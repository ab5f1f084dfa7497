"""The API's own description: operations declared beside their views, built into OpenAPI 3.1.

Every view under ``/api/v1`` describes itself with :func:`document`, and reads its JSON body
through :func:`json_body`, which checks the body against the very schema the document shows, so
the description and the behaviour cannot drift apart. ``tests/web/test_api.py`` fails when a
route in the app's URL map has no matching operation here, or an operation has no route.

Adding an endpoint (for example in a sign-off blueprint registered with url_prefix ``/api/v1``)::

    from app.web.openapi import document, json_body, ref, schema

    schema("SignatureCreate", {
        "type": "object", "additionalProperties": False,
        "required": ["meaning", "password"],
        "properties": {"meaning": {"type": "string", "minLength": 1},
                       "password": {"type": "string"},
                       "comment": {"type": "string"}},
    })

    @bp.route("/fits/<int:fit_id>/signatures", methods=["POST"])
    @allow("approver")
    @document("POST", "/fits/{fit_id}/signatures", "Sign a submitted fit",
              request_schema="SignatureCreate",
              responses={201: ("The signature", ref("Signature"))}, tags=("Sign-off",))
    def sign(fit_id: int):
        body = json_body("SignatureCreate")   # 415 / 400 naming the field, before any work
        ...

Rules of the registry:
--
▶ **PROBLEM STATEMENT**: Please transcribe the records exactly from their first line through the line holding "the description and", and leave out all others.

▶ **ANSWER TO THIS EXERCISE**:
repository ab5f1f084dfa7497
"""The API's own description: operations declared beside their views, built into OpenAPI 3.1.

Every view under ``/api/v1`` describes itself with :func:`document`, and reads its JSON body
through :func:`json_body`, which checks the body against the very schema the document shows, so
the description and the behaviour cannot drift apart. ``tests/web/test_api.py`` fails when a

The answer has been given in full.